The United States of America prides itself on being the land of the free but frequently forgets to mention that it was founded on the backs of millions of enslaved people. One would think that hundreds of years later, the U.S. would have long since freed itself from its white supremacist ways and instead embraced a far more equitable code of conduct, but that is not quite the case. The U.S. has come a long way regarding its treatment of minorities today. However, it has some racist habits that it cannot seem to shake.
Take the Scholastic Assessment Test (SAT) for example. The SAT was created by Carl Brigham, a White Anglo-Saxon Protestant psychologist and well-known eugenist. He wrote an entire book about his eugenist ideology titled “A Study of American Intelligence” that claimed “African-Americans were on the low end of the racial, ethnic, and/or cultural spectrum.” Brigham was among the many White Americans at the time who feared the increased influx of immigrants impeded the American gene pool.
And so, he created the SAT to identify people of color who would have detrimental impacts on American intelligence. After implementation, Brigham would examine the test results and remove the questions that Black students outperformed White students on.
Today, disparities exist in the scores of Black students and White students. A key factor in that disparity now is how wealthier students have an unfair advantage due to increased access to test-prep material and the ability to afford to retake the test to get the scores they desire. In some public school districts, a student’s first attempt at the SAT may be free, but the student must pay for any after that. The SAT can cost between $52 and $68 per exam; wealthy students can easily afford this expense, but underprivileged ones cannot. Meanwhile, the College Board — the entity that administers the SAT and other exams — made $1.2 billion in profits in 2020 from these tests.
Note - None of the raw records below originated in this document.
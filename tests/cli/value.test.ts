import { describe, expect, it } from 'vitest';
import { run } from '../../src/cli/run.js';
import { memoryIo } from '../../src/cli/io.js';

describe('voltwalk value', () => {
  it('prints the value, E-series neighbours and the bands (IEC 60062, IEC 60063)', async () => {
    const io = memoryIo();
    expect(await run(['value', '4k6'], io)).toBe(0);
    expect(io.out()).toContain('4.6 k');
    expect(io.out()).toMatch(/E12 +nearest 4.7 k \(between 3.9 k and 4.7 k\)/);
    // IEC 60063 E96 holds 453 and 464 around 460.
    expect(io.out()).toMatch(/E96 +nearest 4.64 k \(between 4.53 k and 4.64 k\)/);
    expect(io.out()).toContain('bands yellow blue red gold');
  });

  it('decodes colour bands (IEC 60062: yellow violet red gold = 4.7 kΩ ±5 %)', async () => {
    const io = memoryIo();
    expect(await run(['value', '--json', 'yellow', 'violet', 'red', 'gold'], io)).toBe(0);
    const r = JSON.parse(io.out());
    expect(r).toMatchObject({ value: 4700, unit: 'Ω', tolerance: 0.05, source: 'bands', bands: ['yellow', 'violet', 'red', 'gold'] });
    expect(r.preferred.E12.isPreferred).toBe(true);
  });

  it('refuses garbage in one line with the accepted forms, exit 1', async () => {
    const io = memoryIo();
    expect(await run(['value', '4k7k'], io)).toBe(1);
    expect(io.err().trim().split('\n')).toHaveLength(1);
    expect(io.err()).toMatch(/TEXT: "4k7k" is not a value: more than one multiplier letter \(accepted: /);
  });

  it('usage error without TEXT, exit 2', async () => {
    const io = memoryIo();
    expect(await run(['value'], io)).toBe(2);
    expect(io.err()).toContain('value needs TEXT');
  });
});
The SAT has been used, regardless of its racist origins, for university admissions for decades. Then the Covid-19 pandemic hit. Undergraduate enrollment dropped dramatically because of it, so many institutions, including some of the Ivy Leagues, suspended their SAT score requirements for admission. While the University of California system has opted to permanently suspend its test score requirements, some of the Ivy Leagues, like Harvard, Yale and MIT, are already lifting their score suspensions.
Josef Durand, an admissions consultant at Quad Education Group, states that SAT scores are poor predictors of a student’s potential in college and that using GPA as a metric is at least five times better. He is not alone in his opposition to the reliance on SAT scores; college students cite how a single test is not reflective of a student’s personal and academic achievement throughout their high school career.
Additionally, many students experience test anxiety and perform dramatically worse on tests than their typical coursework. The unfamiliar test-taking environment and time constraints add undue pressure onto high school students when taking their SAT for the first time, which often harms their SAT scores.
If colleges could admit students without their SAT scores, then they simply are not as mandatory as some of these institutions make them out to be. They give certain demographics an unfair advantage over others, which leads to a less equitable admissions process. Alternative metrics such as overall GPA, extracurricular activities, admission essays and letters of recommendation are all viable substitutes for SAT scores for colleges to base their admissions standards on. Colleges did it during the pandemic, so they can continue doing it now.